▶ **PROBLEM TO SOLVE**
Extract each line of the records below that contains the word "octet".

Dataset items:
Start of Block

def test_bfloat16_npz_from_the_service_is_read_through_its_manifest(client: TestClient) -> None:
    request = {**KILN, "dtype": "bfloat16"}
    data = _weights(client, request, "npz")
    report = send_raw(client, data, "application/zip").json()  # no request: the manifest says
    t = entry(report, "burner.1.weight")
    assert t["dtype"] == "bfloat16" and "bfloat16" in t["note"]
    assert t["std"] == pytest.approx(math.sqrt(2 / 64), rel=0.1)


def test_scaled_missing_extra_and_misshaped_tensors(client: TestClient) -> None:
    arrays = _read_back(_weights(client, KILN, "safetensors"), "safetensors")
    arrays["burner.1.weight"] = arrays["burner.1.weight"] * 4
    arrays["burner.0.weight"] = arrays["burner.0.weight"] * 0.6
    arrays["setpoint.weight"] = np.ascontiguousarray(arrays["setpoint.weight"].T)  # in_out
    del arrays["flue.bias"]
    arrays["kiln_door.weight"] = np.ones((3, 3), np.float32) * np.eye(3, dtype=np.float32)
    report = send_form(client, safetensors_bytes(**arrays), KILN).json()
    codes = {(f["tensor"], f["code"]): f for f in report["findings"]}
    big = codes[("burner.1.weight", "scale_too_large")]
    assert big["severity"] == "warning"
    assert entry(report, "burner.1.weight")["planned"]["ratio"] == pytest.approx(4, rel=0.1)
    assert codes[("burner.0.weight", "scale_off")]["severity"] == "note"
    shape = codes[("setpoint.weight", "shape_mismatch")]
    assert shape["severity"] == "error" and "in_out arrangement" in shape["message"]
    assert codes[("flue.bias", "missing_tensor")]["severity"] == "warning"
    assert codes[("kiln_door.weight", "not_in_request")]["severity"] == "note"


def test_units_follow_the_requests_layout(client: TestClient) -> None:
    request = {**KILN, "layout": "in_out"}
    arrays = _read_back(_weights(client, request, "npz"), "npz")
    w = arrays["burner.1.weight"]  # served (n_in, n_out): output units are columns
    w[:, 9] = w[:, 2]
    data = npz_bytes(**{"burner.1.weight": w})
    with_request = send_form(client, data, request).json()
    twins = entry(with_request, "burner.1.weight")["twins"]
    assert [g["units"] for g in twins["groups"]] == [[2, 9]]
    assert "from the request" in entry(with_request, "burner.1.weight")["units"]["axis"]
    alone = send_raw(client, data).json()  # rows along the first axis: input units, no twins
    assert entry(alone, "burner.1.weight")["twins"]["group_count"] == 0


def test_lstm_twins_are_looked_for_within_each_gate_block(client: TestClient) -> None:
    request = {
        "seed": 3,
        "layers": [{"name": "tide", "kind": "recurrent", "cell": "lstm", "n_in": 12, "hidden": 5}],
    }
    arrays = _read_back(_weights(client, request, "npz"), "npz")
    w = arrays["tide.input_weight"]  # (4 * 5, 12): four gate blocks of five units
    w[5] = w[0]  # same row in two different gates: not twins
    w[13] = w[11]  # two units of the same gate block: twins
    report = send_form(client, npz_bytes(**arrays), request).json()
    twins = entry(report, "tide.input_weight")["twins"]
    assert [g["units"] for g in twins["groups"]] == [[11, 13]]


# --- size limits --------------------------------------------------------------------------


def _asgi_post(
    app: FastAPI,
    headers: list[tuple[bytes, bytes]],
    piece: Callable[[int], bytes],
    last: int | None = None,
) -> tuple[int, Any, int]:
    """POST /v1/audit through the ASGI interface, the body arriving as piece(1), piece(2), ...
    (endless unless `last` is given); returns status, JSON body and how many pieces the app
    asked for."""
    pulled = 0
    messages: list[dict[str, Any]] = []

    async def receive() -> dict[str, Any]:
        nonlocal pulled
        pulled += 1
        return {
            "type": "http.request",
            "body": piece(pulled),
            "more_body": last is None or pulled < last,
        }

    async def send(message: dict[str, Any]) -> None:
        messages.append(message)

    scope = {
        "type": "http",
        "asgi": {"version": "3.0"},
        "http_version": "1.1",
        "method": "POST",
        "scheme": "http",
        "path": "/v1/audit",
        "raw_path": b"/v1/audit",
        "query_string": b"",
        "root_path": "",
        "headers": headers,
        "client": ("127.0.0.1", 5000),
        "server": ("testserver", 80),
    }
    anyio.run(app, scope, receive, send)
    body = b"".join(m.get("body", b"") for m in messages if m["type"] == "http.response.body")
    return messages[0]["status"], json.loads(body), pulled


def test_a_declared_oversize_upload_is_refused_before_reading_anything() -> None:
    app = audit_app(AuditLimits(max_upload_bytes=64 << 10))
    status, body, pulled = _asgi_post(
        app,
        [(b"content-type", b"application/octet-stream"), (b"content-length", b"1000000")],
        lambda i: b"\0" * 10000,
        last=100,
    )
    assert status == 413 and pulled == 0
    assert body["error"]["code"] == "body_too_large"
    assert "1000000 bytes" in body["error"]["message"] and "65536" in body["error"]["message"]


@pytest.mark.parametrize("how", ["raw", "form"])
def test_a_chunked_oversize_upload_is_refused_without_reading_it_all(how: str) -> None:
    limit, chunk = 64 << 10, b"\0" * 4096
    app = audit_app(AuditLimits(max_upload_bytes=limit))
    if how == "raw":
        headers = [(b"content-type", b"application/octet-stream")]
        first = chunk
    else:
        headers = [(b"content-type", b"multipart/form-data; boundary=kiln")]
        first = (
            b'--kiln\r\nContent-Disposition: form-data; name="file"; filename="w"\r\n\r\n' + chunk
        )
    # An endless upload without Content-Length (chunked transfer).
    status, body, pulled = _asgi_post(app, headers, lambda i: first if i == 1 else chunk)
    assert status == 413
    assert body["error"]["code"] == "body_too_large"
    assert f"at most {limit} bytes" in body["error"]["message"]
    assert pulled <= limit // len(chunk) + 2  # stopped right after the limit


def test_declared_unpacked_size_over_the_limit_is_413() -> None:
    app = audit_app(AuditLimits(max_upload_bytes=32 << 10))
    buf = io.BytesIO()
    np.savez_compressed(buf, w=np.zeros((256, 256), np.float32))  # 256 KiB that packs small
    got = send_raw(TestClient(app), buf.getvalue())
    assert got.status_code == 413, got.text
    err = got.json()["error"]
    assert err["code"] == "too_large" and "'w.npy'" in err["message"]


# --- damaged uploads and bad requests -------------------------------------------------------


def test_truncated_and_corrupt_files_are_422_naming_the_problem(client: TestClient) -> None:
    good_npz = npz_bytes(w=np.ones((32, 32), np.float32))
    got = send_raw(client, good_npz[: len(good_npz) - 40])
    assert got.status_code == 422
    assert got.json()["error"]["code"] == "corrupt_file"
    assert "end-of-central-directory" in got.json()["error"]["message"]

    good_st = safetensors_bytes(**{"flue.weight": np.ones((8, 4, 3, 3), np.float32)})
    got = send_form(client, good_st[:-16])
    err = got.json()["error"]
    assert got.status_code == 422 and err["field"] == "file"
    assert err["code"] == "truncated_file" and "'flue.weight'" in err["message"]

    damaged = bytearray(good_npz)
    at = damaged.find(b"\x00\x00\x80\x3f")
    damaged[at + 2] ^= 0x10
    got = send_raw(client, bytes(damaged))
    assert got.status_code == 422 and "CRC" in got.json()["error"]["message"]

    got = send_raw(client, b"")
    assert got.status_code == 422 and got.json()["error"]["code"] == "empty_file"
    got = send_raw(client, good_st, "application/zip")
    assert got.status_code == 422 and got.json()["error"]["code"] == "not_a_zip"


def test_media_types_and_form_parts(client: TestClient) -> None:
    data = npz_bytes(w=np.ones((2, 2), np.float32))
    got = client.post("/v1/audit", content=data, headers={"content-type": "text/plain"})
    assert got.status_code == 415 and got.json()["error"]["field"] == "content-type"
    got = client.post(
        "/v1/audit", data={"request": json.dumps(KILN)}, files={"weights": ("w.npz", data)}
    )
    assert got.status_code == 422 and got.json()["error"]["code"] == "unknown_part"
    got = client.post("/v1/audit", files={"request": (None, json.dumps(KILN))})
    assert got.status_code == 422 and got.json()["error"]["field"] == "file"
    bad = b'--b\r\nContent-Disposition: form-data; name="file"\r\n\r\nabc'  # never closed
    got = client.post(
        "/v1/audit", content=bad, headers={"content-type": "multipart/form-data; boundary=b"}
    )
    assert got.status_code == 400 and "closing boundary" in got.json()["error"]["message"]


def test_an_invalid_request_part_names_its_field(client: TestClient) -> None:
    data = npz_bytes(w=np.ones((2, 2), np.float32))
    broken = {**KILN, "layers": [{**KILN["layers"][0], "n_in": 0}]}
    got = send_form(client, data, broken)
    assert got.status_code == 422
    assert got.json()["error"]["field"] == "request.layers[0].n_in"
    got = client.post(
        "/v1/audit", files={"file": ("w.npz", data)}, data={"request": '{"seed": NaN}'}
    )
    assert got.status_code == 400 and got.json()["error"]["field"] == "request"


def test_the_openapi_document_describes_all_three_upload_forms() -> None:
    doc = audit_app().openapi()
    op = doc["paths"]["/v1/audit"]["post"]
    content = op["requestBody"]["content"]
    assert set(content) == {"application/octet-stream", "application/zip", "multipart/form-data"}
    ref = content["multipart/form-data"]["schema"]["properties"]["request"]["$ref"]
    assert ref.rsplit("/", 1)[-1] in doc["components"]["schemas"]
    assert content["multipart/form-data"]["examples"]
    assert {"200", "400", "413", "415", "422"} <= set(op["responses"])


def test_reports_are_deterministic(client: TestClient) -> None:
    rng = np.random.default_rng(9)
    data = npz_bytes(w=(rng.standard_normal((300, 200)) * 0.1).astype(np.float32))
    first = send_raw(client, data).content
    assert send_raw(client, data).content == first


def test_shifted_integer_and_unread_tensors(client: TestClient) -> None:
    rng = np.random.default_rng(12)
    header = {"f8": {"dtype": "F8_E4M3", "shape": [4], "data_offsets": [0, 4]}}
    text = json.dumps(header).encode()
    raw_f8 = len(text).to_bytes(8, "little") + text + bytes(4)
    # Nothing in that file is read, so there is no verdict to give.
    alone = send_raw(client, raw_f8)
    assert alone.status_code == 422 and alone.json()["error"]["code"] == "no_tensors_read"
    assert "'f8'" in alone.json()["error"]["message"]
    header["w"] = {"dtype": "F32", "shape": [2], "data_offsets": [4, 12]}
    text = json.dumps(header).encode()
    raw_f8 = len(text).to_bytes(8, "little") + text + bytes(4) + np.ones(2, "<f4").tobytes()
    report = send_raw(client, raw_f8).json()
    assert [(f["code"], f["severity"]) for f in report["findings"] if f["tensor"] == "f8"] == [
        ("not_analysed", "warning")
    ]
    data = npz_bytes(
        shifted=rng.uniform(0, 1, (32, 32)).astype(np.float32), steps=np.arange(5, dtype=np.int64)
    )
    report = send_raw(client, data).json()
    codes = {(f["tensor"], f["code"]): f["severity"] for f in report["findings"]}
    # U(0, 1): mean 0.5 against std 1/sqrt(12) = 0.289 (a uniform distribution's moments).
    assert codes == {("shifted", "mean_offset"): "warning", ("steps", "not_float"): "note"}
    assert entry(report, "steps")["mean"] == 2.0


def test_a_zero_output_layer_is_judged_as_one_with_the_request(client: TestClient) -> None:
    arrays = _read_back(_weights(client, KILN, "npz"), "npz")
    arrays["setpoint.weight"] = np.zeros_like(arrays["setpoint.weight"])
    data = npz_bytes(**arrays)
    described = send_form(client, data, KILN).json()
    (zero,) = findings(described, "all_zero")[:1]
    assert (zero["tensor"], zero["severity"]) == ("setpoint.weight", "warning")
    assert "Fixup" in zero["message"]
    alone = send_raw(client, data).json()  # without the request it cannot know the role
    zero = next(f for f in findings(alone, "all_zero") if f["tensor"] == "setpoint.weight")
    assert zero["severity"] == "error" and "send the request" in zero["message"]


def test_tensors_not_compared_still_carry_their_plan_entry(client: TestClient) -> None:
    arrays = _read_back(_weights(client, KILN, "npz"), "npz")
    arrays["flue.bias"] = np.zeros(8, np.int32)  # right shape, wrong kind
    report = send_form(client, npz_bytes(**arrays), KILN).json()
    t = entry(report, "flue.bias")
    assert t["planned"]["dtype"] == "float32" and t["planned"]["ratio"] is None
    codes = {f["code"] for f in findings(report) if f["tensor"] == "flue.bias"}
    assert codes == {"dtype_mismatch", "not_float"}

End of Block

▶ **FINAL ANSWER**
        [(b"content-type", b"application/octet-stream"), (b"content-length", b"1000000")],
        headers = [(b"content-type", b"application/octet-stream")]
    assert set(content) == {"application/octet-stream", "application/zip", "multipart/form-data"}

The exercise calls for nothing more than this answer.